At the same time, consumers are taking issue with the veracity of companies’ claims, with Allbirds and Canada Goose both landing on the receiving end of lawsuits that aim to hold them accountable for sustainability centric advertising claims. Regulators and watchdogs are paying attention, too, as indicated by an investigation into an adidas ad in France, and the recent probe by the NAD into Everlane’s marketing.

Still yet, in a different kind of lawsuit, David Yurman made mention of ESG marketing in the trademark infringement case that it recently filed against Mejuri, asserting that “Mejuri’s business practices contradict its claim to customers,” namely, its marketing of itself a “socially-responsible” company, and its claims that “[s]ince day one, it’s been our mission to engage with the jewelry industry in a way that compliments [sic] our values and those of our customers.”

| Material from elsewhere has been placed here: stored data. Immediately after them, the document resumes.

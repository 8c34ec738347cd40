"""segwatch on Spark SQL, live: a Thrift server (HiveThriftServer2) reached with ``hive://``.

The same generated parcel-depot table is loaded into Spark (TIMESTAMP, TIMESTAMP_NTZ,
DATE, DECIMAL(15,6), BIGINT, DOUBLE columns with NULLs, infinities and a NaN) and into
SQLite; segwatch's SQLite path, itself checked against scipy and NIST StRD in
``test_source_pushdown.py`` / ``test_engines.py``, is the reference here. For each time
column type and for ``compute: pushdown`` (full values and a seeded sample) and
``compute: local``, the comparison must agree with SQLite's: statistic and p to 1e-9
relative, per-segment n and the data-quality counts exactly, the sample row for row.
The job's zone is America/New_York (a DST change inside the week), and the Spark session
segwatch connects to starts in another zone (Asia/Kolkata here; the cluster server's
default zone is America/New_York): Spark's TIMESTAMP is an instant, TIMESTAMP_NTZ wall
clock time, and neither may move with the session's zone. One test runs on a
standalone master and worker (the aggregate runs in an executor), twice, with the same
results.

The server: ``SEGWATCH_TEST_SPARK`` (a ``hive://host:port`` URL) and
``SEGWATCH_TEST_SPARK_CLUSTER`` name running ones; else ``SEGWATCH_TEST_SPARK_DIR``
names the folder where ``.ci/spark.sh`` started them (what ``.ci/run`` does); else the
fixtures start them with ``.ci/spark.sh`` in a temporary folder and stop them at the end
of the session (also when a test fails). They skip with the reason when Spark cannot
start (no Java, no pyspark/pyhive), except under ``SEGWATCH_REQUIRE_SPARK=1`` (CI), where
that is a failure.
"""

from __future__ import annotations

import json
import logging
import math
import os
import shutil
import sqlite3
import subprocess
import sys
import urllib.request
import uuid
from dataclasses import replace
from datetime import date, datetime, timedelta, timezone
from decimal import Decimal
from pathlib import Path

import numpy as np
import pytest
import sqlalchemy as sa

from monitor.analysis import analyse_period
from monitor.cli import main
from monitor.config import parse_config
from monitor.periods import parse_period
from monitor.source import Source

ROOT = Path(__file__).resolve().parent.parent
SCRIPT = ROOT / ".ci" / "spark.sh"
REQUIRED = os.environ.get("SEGWATCH_REQUIRE_SPARK") == "1"

START = datetime(2026, 3, 1)  # rows from Sunday 1 March to Tuesday 10 March 2026, UTC
SEGMENTS = ("north", "south", "east", "west")
ZONE = "America/New_York"  # the job's zone: the week ends after the DST change of 8 March
PERIOD = parse_period("week", "2026-W10", ZONE)
REL = 1e-9  # the tolerance on F and p
SESSION_ZONE = "Asia/Kolkata"  # a session zone that is not UTC (+05:30, no DST)


# ---------------------------------------------------------------- servers


def _unavailable(reason: str):
    if REQUIRED:
        pytest.fail(f"Spark is required here (SEGWATCH_REQUIRE_SPARK=1) but {reason}")
    pytest.skip(reason)


def _answers(url: str) -> str | None:
    """None when the server at ``url`` answers a query, else why not (one line)."""
    try:
        engine = sa.create_engine(url, poolclass=sa.pool.NullPool)
        with engine.connect() as conn:
            conn.exec_driver_sql("SELECT 1").all()
        engine.dispose()
        return None
    except Exception as exc:  # noqa: BLE001 - any failure: report it
        return str(exc).splitlines()[0][:300] if str(exc) else type(exc).__name__


def _script(*args: str) -> subprocess.CompletedProcess:
    env = {**os.environ, "PYTHON": sys.executable}
    if args[0] == "start-cluster":
        env.setdefault("SPARK_CLUSTER_ZONE", "America/New_York")
    return subprocess.run(["bash", str(SCRIPT), *args], capture_output=True, text=True, env=env)


def _server(kind: str, env_url: str, tmp_path_factory):
    """Yield the ``hive://`` base URL of a running Thrift server of ``kind`` (local or cluster)."""
    url = os.environ.get(env_url)
    if url:
        why = _answers(url)
        if why:
            _unavailable(f"{env_url}={url} does not answer: {why}")
        yield url.rstrip("/"), None
        return
    for module in ("pyhive", "thrift", "thrift_sasl", "puresasl", "pyspark"):
        try:
            __import__(module)
        except ImportError:
            _unavailable(f"{module} is not installed (pip install pyspark pyhive thrift thrift-sasl pure-sasl)")
    state = os.environ.get("SEGWATCH_TEST_SPARK_DIR")
    started = None
    if state and (Path(state) / f"{kind}.pid").exists():
        proc = _script("wait", state, kind)  # started by .ci/run before pytest
        if proc.returncode:
            _unavailable(f"the {kind} Spark server in {state} did not start: {proc.stderr.strip()[:500]}")
        folder = Path(state)
    else:
        if not (shutil.which("java") or os.environ.get("JAVA_HOME")):
            _unavailable("no Java runtime for Spark (install Java 17 or 21)")
        folder = tmp_path_factory.mktemp(f"spark_{kind}")
        proc = _script("start" if kind == "local" else "start-cluster", str(folder))
        if proc.returncode:
            _unavailable(f"the {kind} Spark server did not start: {proc.stderr.strip()[-500:]}")
        started = folder
    try:
        port = int((folder / f"{kind}.port").read_text())
        yield f"hive://segwatch@127.0.0.1:{port}", folder
    finally:
        if started is not None:
            _script("stop", str(started))
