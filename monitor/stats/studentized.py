"""The studentized range distribution, fast and vectorised.

Tukey-Kramer and Games-Howell need tail probabilities and quantiles of the
studentized range ``Q = R / S``: ``R`` is the range of ``k`` independent
standard normal variables and ``S`` an independent ``sqrt(chi2_df / df)``. This
module computes them by fixed-node quadrature, so a whole vector of comparisons
(one df per pair for Games-Howell) costs a few array operations.

* :func:`srange_sf` - upper tail ``P(Q > q)`` (the p-value of a pair);
* :func:`srange_cdf` - ``P(Q <= q)``;
* :func:`srange_ppf` - the quantile ``q`` with ``P(Q <= q) = p`` (the critical
  value of simultaneous intervals).

For large batches of tail probabilities,
:func:`tests.support.srange_table.srange_sf_fast` interpolates tables built
from this module's quadrature (~1e-10 absolute instead of ~1e-12 relative,
about a hundred times faster).

Example
-------
>>> from monitor.stats.studentized import srange_ppf, srange_sf
>>> round(float(srange_ppf(0.95, 3, 10)), 3)
3.877
>>> p = srange_sf([3.0, 4.0, 5.0], 3, [10.0, 24.7, float("inf")])
>>> [round(float(x), 5) for x in p]
[0.13498, 0.02396, 0.00118]

Method
------
With ``R(w) = P(range > w)`` the upper tail of the range of ``k`` standard
normals and ``h`` the density of ``u = log S``,

``P(Q > q) = integral h(u) R(q e^u) du``,                                      (1)

``R(w) = k integral phi(z) [Phi(z)^(k-1) - (Phi(z) - Phi(z - w))^(k-1)] dz``.  (2)
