"""Pick maps: where a design lifts, holds and pushes its part, over two design-file keys.

A pick map evaluates the fast model on a grid of two numeric design keys (by default the part's
radius against the gap) and shows the lift ratio (pull / the part's weight) as a filled map with
two lines on it: lift ratio 1, beyond which the pull carries the part, and zero pull, where the
time-averaged force turns from pull to push. The design's own point is marked and the grid's
region outside the range the fast model was checked on against the FEM
(``models.checks.VALIDATED_RANGE``) is hatched.

The pieces are pure functions, each usable alone: ``parse_axis`` (a KEY=START..STOP flag),
``evaluate_map`` (the grid's designs and results, a ``PickMap``), ``map_contours`` (the two lines
as point lists), ``plot_map`` (PNG and SVG), ``write_map`` (those and the CSV), ``map_json`` and
``format_map`` (what the command prints), ``pick_map_around`` (the part radius x gap map around a
design's own values, for hand-offs and the report).

Each point is a full ``models.evaluate.evaluate`` of the design with the two keys changed, as
``eddypull evaluate --sweep`` does: with the electro-thermal coupling unless ``isothermal``, so a
point's thermal state (the part held at the holding gap, by default the point's own gap) is its
own. Points are evaluated in the order of their pole model's key
(``models.evaluate.pole_model_key``), so that designs sharing a pole geometry run one after the
other and reuse the kept pole model.
"""

from __future__ import annotations

import csv
import io
import math
import time
from dataclasses import dataclass
from pathlib import Path

import numpy as np

from models.coils import COILS_KEYS
from models.design import DESIGN_KEYS, edit, resolve_key
from models.errors import DesignError
from models.evaluate import evaluate, pole_model_key
from optim.files import atomic_write_text, safe_child
from optim.morning.handoff import DESCRIPTIONS, unit_of
from optim.morning.pickmap_parts import draw_parts, part_points
from optim.morning.plots import _save, words
from optim.morning.sweep import DEFAULT_POINTS, outside_checked_range

__all__ = [
    "DEFAULT_POINTS",
    "MAX_POINTS",
    "MapAxis",
    "PickMap",
    "parse_axis",
    "evaluate_map",
    "map_contours",
    "crossings",
    "plot_map",
    "write_map",
    "map_json",
    "format_map",
    "map_stem",
    "around_axes",
    "pick_map_around",
]

#: Points per axis above which a map is refused: 200 x 200 = 40,000 evaluations, about two hours
#: on one core at ~0.18 s each (measured on the demo design, 2 cores, 2026-12).
MAX_POINTS = 200
#: Spans of ``around_axes`` as factors of the design's own part radius and gap (common practice,
#: no source: wide enough to show the sign change of the demo design's pull).
AROUND_RADIUS = (0.4, 2.4)
AROUND_GAP = (0.25, 1.5)

#: Kinds of design keys (models.design.DESIGN_KEYS) that hold a number.
_NUMERIC = ("pos", "nonneg", "num", "int", "frac", "unit", "fill")
#: The two lines drawn and returned: name -> (field, level).
LINES = {"lift_ratio_1": ("lift_ratio", 1.0), "zero_pull": ("pull_N", 0.0)}
_LINE_WORDS = {"lift_ratio_1": "lift ratio 1", "zero_pull": "zero pull"}


@dataclass(frozen=True)
class MapAxis:
    """One axis of a map: the full design-file key (``table.key``) and its values (file
    units: mm, Hz, A...)."""

    key: str
    values: np.ndarray


@dataclass
class PickMap:
    """A map's grid and results. Arrays are (len(y), len(x)): row j is ``y.values[j]``.

    pull_N : time-averaged pull on the part [N], positive toward the face (nan: refused)
    pull_uncertainty_N : the fast model's error estimate of that pull [N]
        (``Result.pull_uncertainty_N``): near the zero-pull line it says how far the line may sit
    lift_ratio : pull / part weight [-] (nan: refused)
    in_range : the point lies inside models.checks.VALIDATED_RANGE (False: refused too)
    refused : the design rules' reason a point was not evaluated ("" where it was)
    design_point : the design's own (x, y) values, None where the file does not give a key
    """

    design: str
    x: MapAxis
    y: MapAxis
    pull_N: np.ndarray
    pull_uncertainty_N: np.ndarray
    lift_ratio: np.ndarray
    in_range: np.ndarray
    refused: list
    design_point: tuple | None
    isothermal: bool
    run_time_s: float = 0.0

    @property
    def evaluations(self) -> int:
        return int(np.isfinite(self.pull_N).sum())
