def test_region_input_errors():
    with pytest.raises(DesignError, match="r0 = 0.02, r1 = 0.01"):
        Region("coil", 0.02, 0.01, 0.0, 0.01, turns=10)
    with pytest.raises(DesignError, match="stranded coil must have conductivity 0"):
        Region("coil", 0.01, 0.02, 0.0, 0.01, conductivity=1.0, turns=10)
    with pytest.raises(DesignError, match="at least one region must be a coil"):
        solve_regions([Region("plate", 0.0, 0.02, 0.0, 0.01, conductivity=1e6)], 50.0, current=1.0)
    with pytest.raises(DesignError, match="exactly one of current"):
        solve_regions([Region("coil", 0.01, 0.02, 0.0, 0.01, turns=10)], 50.0)
    for mu in (-5.0, 2000.0 + 1.0j, complex(math.nan, -1.0), 1.0j, "2000"):
        with pytest.raises(DesignError, match="real part > 0 and imaginary part <= 0"):
            Region("pole", 0.0, 0.01, -0.04, 0.0, relative_permeability=mu)
    assert Region("pole", 0.0, 0.01, -0.04, 0.0, relative_permeability=2000.0 - 600.0j).lossy
    with pytest.raises(DesignError, match="refine = 0"):
        _air_coil(0.01, 0.02, 0.0, 0.01, 10, refine=0)
    with pytest.raises(DesignError, match="must not be overlapped"):
        solve_regions(
            [
                Region("coil", 0.01, 0.02, 0.0, 0.01, turns=10),
                Region("ring", 0.012, 0.014, 0.0, 0.005, conductivity=1e6),
            ],
            50.0,
            current=1.0,
        )


@pytest.mark.slow
def test_verify_rows_line_up_with_the_fast_model_names():
    res = solve(design_from_dict(_demo_dict()))
    fast = dict(res.to_dict())
    fast["pull_N"] *= 1.02  # a fast model 2 % high on pull
    fast["coil_impedance_ohm"] = complex(*fast["coil_impedance_ohm"])
    fast["ring_phase_deg"] = res.ring_phase_deg + 360.0 + 1.5  # phase wraps
    rows = {r["key"]: r for r in compare(fast, res, {"pull_N": 0.001})}
    assert rows["pull_N"]["difference_rel"] == pytest.approx(0.02, rel=1e-12)
    assert rows["pull_N"]["within_uncertainty"] is False
    assert rows["coil_impedance_ohm.im"]["difference"] == pytest.approx(0.0, abs=1e-12)
    assert rows["ring_phase_deg"]["difference"] == pytest.approx(1.5, abs=1e-9)
    text = format_table(list(rows.values()), 7.0, 0.005)
    assert "+2.00 %" in text and "+1.50 deg" in text
    out = to_json(list(rows.values()), 7.0, 0.005)
    assert out["rows"][0]["key"] == "pull_N"
    fem_only = compare(None, res, {})
    assert all(math.isnan(r["fast"]) for r in fem_only)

It will be interesting to see if more companies begin taking issue with defendants’ ESG claims in connection with infringement cases, if for no other reason than to shed a negative light on competitors from a PR perspective.

Online Platforms & the Fight against Unauthorized Sales

The rise in online consumption has taken on increased importance for brands from a distribution point of view, leading to lawsuits over sales taking place on sweeping marketplace sites. A decision centering on unauthorized sales of cell phone and tablet cases online, including on Amazon’s marketplace, in a pending trademark and false advertising case is one of the most striking of the year, and one that is likely to have an impact on fashion’s longstanding fight against gray market goods.

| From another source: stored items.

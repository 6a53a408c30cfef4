"""Tolerance tables: how a design's manufacturing and supply tolerances move its results.

A tolerance is a half-width on one design-file key (file units, or a share of the key's value).
The defaults are common practice, no source:

==============================================  =============
ring inner radius, outer radius and depth       +-0.05 mm
pole radius                                     +-0.02 mm
gap                                             +-0.2 mm
conductivity of ring and target                 +-5 %
pole relative permeability                      +-20 %
drive current (or voltage) and frequency        +-2 %
==============================================  =============

A tolerance file overrides any of them, or adds another numeric key, in one table::

    [tolerances]
    "ring.depth_mm" = 0.1          # half-width in the key's unit
    "drive.frequency_Hz" = "1 %"   # a share of the design's value
    "target.gap_mm" = 0            # no tolerance

What comes out (``run_tolerance``):

* **sensitivities**: each tolerance's effect on every output (``OUTPUTS``): the central
  difference (f(+h) - f(-h)) / 2 at plus and minus its half-width h, so the change over one
  half-width; one-sided where the design rules refuse one side; ranked by the effect on the lift
  ratio;
* **Monte Carlo spread**: N designs with every key drawn uniformly within its tolerance (a seeded
  numpy Generator), the 5th, 50th and 95th percentiles of each output, and the share of the
  designs that keep each of the design's limits (``Result.margins``: margin >= 0) and all of them;
* **linear estimate** beside it: the root-sum-square of the sensitivities, RSS = sqrt(sum
  delta_i^2), is the half-width of the uniform spread with the same variance as the sum of the
  linearised effects (each uniform effect delta_i u, u in [-1, 1], has the variance delta_i^2 / 3);
  its 5th and 95th percentiles are nominal -+ 0.9 RSS. Where the Monte Carlo 5-95 % span differs
  from the linear one by more than ``DISAGREEMENT`` (20 %), a note says so: the output is not
  linear in the tolerances there (near a sign change of the pull, for instance), or two
  tolerances interact.

Conductivities and the pole's permeability are properties of a material the design may name
(``ring.material = "copper"``). A design file cannot keep the name and change one property (a
file gives either ``material`` or ``conductivity_S_per_m``), and writing the conductivity in its
place would lose what the name also carries: the metal's heat capacity and melting point (the
network takes an unnamed conductor as aluminium), and a steel's sheets and loss law. So those
three keys (``MATERIAL_KEYS``) are varied on the validated design itself (``models.design.edit``
of the ring's or target's ``conductivity``, the pole's ``relative_permeability``), after the file
keys have been written into ``design.source`` and validated (``varied_design``).
"""

from __future__ import annotations

import math
import time
from dataclasses import dataclass, field

import numpy as np

from models.design import DESIGN_KEYS, edit, read_toml, resolve_key, with_fixed_capacitor
from models.errors import DesignError, nearest
from models.evaluate import evaluate
from optim.words import unit_of

__all__ = [
    "DEFAULT_SAMPLES",
    "DEFAULT_SEED",
    "DISAGREEMENT",
    "MATERIAL_KEYS",
    "OUTPUTS",
    "Tolerance",
    "ToleranceStudy",
    "default_tolerances",
    "read_tolerance_spec",
    "parse_tolerance_table",
    "tolerances_for",
    "varied_design",
    "run_tolerance",
    "linear_spread",
]

DEFAULT_SAMPLES = 200
DEFAULT_SEED = 1
#: Relative difference of the Monte Carlo and linear 5-95 % spans above which a note is shown.
DISAGREEMENT = 0.20
#: The 5th-95th percentile span of a uniform spread is 0.9 of its full width.
UNIFORM_SPAN = 0.9
#: Samples allowed on the command line.
SAMPLES_RANGE = (10, 100_000)

#: The default half-widths (common practice, no source): key -> (value, relative). The drive's
#: current or voltage, whichever the design gives, is added by ``default_tolerances``.
DEFAULTS = {
    "ring.inner_radius_mm": (0.05, False),
    "ring.outer_radius_mm": (0.05, False),
    "ring.depth_mm": (0.05, False),
    "pole.radius_mm": (0.02, False),
    "target.gap_mm": (0.2, False),
    "ring.conductivity_S_per_m": (0.05, True),
    "target.conductivity_S_per_m": (0.05, True),
    "pole.relative_permeability": (0.20, True),
    "drive.frequency_Hz": (0.02, True),
}
DRIVE_DEFAULT = 0.02

#: Keys varied on the validated design, not in its file: key -> (part, attribute). Their values
#: are the same numbers in the file and inside models/ (S/m, a ratio).
MATERIAL_KEYS = {
    "ring.conductivity_S_per_m": ("ring", "conductivity"),
    "target.conductivity_S_per_m": ("target", "conductivity"),
    "pole.relative_permeability": ("pole", "relative_permeability"),
}

#: What the tables report: (result attribute, words, display scale, display unit).
OUTPUTS = (
    ("pull_N", "pull", 1e3, "mN"),
    ("lift_ratio", "lift ratio", 1.0, "-"),
    ("input_power_W", "input power", 1.0, "W"),
    ("ring_loss_W", "ring loss", 1.0, "W"),
    ("coil_temperature_C", "coil temperature", 1.0, "degC"),
    ("ring_temperature_C", "ring temperature", 1.0, "degC"),
    ("target_temperature_C", "target temperature (steady)", 1.0, "degC"),
    ("target_hold_temperature_C", "target at end of hold", 1.0, "degC"),
)
_NUMERIC = ("pos", "nonneg", "num", "frac", "unit")


@dataclass(frozen=True)
class Tolerance:
    """One tolerance: the full file key, its half-width in the key's unit, the share it was given
    as (None: given in the key's unit), the design's value and where it came from ("default"
    or the tolerance file)."""

    key: str
    half_width: float
    relative: float | None
    nominal: float
    origin: str = "default"

    @property
    def unit(self) -> str:

        u = unit_of(self.key)
        return "" if u == "-" else u

    def words(self) -> str:
        """``+-0.05 mm`` or ``+-5 % (+-2.9e+06 S/m)``."""
        unit = f" {self.unit}" if self.unit else ""
        if self.relative is None:
            return f"+-{self.half_width:g}{unit}"
        return f"+-{100 * self.relative:g} % (+-{self.half_width:.4g}{unit})"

In an order and opinion dated November 10, Judge Regina Rodriguez of the U.S. District Court for the District of Colorado sided with Otter Products, granting the Colorado-based electronics accessory company’s motion for partial summary judgment in the case that it filed against Triplenet over its unauthorized sale of OtterBox products. The case got its start in February 2019 when Otter Products filed suit against Triplenet and affiliated entities, accusing the companies of trademark infringement, unfair competition, false advertising, and deceptive trade practices in violation of the Colorado Consumer Protection Act.

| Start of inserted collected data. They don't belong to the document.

def _parse_cell(text: str, column: Column, row: int, context: Context) -> Any:
    cell = text.strip()
    if column.parse == "number":
        return _parse_number(cell, column, row, context)
    if column.parse == "bool":
        word = cell.lower()
        if word in TRUE_WORDS or word in FALSE_WORDS:
            return word in TRUE_WORDS
        raise context.error(f"expected yes or no, found '{quote_cell(cell)}'", row=row,
                            column=column.name)
    if column.parse == "choice":
        word = re.sub(r"[\s_]+", "-", cell.lower())
        if not word:
            return column.choices[0]
        if word not in column.choices:
            raise context.error(f"expected one of {', '.join(c for c in column.choices if c)}, "
                                f"found '{quote_cell(cell)}'",
                                row=row, column=column.name)
        return word
    if column.parse == "date":
        if not cell:
            return None
        if _DATE_RE.match(cell):
            try:
                return dt.date.fromisoformat(cell[:10]).isoformat()
            except ValueError:
                pass
        raise context.error(f"bad date '{quote_cell(cell)}': expected an ISO date YYYY-MM-DD",
                            row=row, column=column.name)
    if not cell:
        if column.required:
            raise context.error(f"empty cell: a {column.name} is required", row=row,
                                column=column.name)
        return None
    _check_known(cell, column.name, row, context)
    return cell


def _parse_number(cell: str, column: Column, row: int, context: Context,
                  index: int | None = None, position: int | None = None) -> float | None:
    unit = context.units.get(column.name)
    label = f" [{unit.label}]" if unit else ""
    if not cell:
        if column.required:
            raise context.error(f"empty cell: a {column.what or column.name}{label} is required",
                                row=row, column=column.name)
        return None
    typed = (index, position) in context.table.numeric_cells
    number_format = NumberFormat() if typed else context.number_format
    try:
        value = parse_number(cell, number_format)
    except NumberTextError as err:
        reason = f": {err}" if str(err) else ""
        raise context.error(f"expected a number{label}, found '{quote_cell(cell)}'{reason}",
                            row=row, column=column.name) from None
    if column.lower is not None:
        too_low = value < column.lower if column.lower_inclusive else value <= column.lower
        if too_low:
            bound = "negative" if column.lower_inclusive else "zero or negative"
            raise context.error(f"{column.what or column.name} cannot be {bound}: found "
                                f"{quote_cell(cell)}{label}", row=row, column=column.name)
    canonical = units.to_canonical(value, unit) if unit else value
    if not math.isfinite(canonical):
        raise context.error(f"{column.what or column.name} {quote_cell(cell)}{label} overflows "
                            f"when converted to {units.canonical_label(column.dimension)}",
                            row=row, column=column.name)
    return canonical


def _check_unique(item_id: str, row: int, seen: dict[str, int], context: Context) -> None:
    if item_id in seen:
        raise context.error(f"duplicate {context.spec.id_column} '{quote_cell(item_id)}' in rows "
                            f"{seen[item_id]} and {row}", row=row,
                            column=context.spec.id_column)
    seen[item_id] = row


def _check_known(cell: str, name: str, row: int, context: Context) -> None:
    if name == "zone" and context.known_zones is not None and cell not in context.known_zones:
        raise context.error(f"unknown zone '{quote_cell(cell)}'; zones in the site file: "
                            f"{', '.join(sorted(context.known_zones))}", row=row, column=name)
    members = context.known_members
    if name == "member" and members is not None and cell not in members:
        raise context.error(f"unknown member '{quote_cell(cell)}'; members in the site file: "
                            f"{', '.join(sorted(members))}", row=row, column=name)


def _check_member_zone(row: Row) -> None:
    members = row.context.known_members
    member, zone = row["member"], row["zone"]
    if isinstance(members, Mapping) and member is not None and members[member] != zone:
        raise row.error(f"member '{member}' belongs to zone '{members[member]}' in the site "
                        f"file, not to zone '{zone}'", column="member")


def _unit_hint(column: Column) -> str:
    if column.dimension is None:
        return ""
    return f" (with a unit: {', '.join(units.accepted_units(column.dimension))})"


def _offset(unit: units.Unit) -> str:
    return f", {unit.offset:+g}" if unit.offset else ""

According to Otter’s complaint, the defendants were offering up products bearing its trademarks on various e-commerce sites, including Amazon’s third-party marketplace site, and advertising them as “100% authentic” and as coming with an “OtterBox limited lifetime warranty,” despite falling outside of the company’s carefully-controlled network of authorized sellers. The problem, according to Otter, is that the “products sold by Triplenet are materially different from genuine Otter products because they do not come with the Otter warranty,” as the company’s warranty only extends to products sold by authorized sellers.

Addressing Triplenet’s argument that it should be shielded from Otter’s trademark infringement and unfair competition claims by the first sale doctrine (i.e., the trademark tenet that provides that the resale of genuine trademarked products generally does not constitute trademark infringement), Judge Rodriguez pointed to the two exceptions to the doctrine – the “material difference” and “quality control” exceptions – and held that both are apply in the case at hand.

Not limited to sales on Amazon, Chanel also seemed to take issue with the sale of its products online in a trademark lawsuit this year, in which it argued that reseller Crepslocker’s offering of its products and use of Chanel trademarks diverges from the conditions traditionally associated with the sale of Chanel goods, and thereby, infringes Chanel’s famous trademarks. The luxury stalwart was put off, in part, by Crepslocker offerings of its goods online, arguing that it “has never made nor permitted any online sales” of its “fashion products,” and instead, “such products can only be purchased in person, in a very small number of carefully chosen and controlled luxury retail environments.”

The Chanel case has since settled, but the district court’s decision in the OtterBox case very well might serve as ammunition – and a blueprint – for brands looking to take similar action in 2022.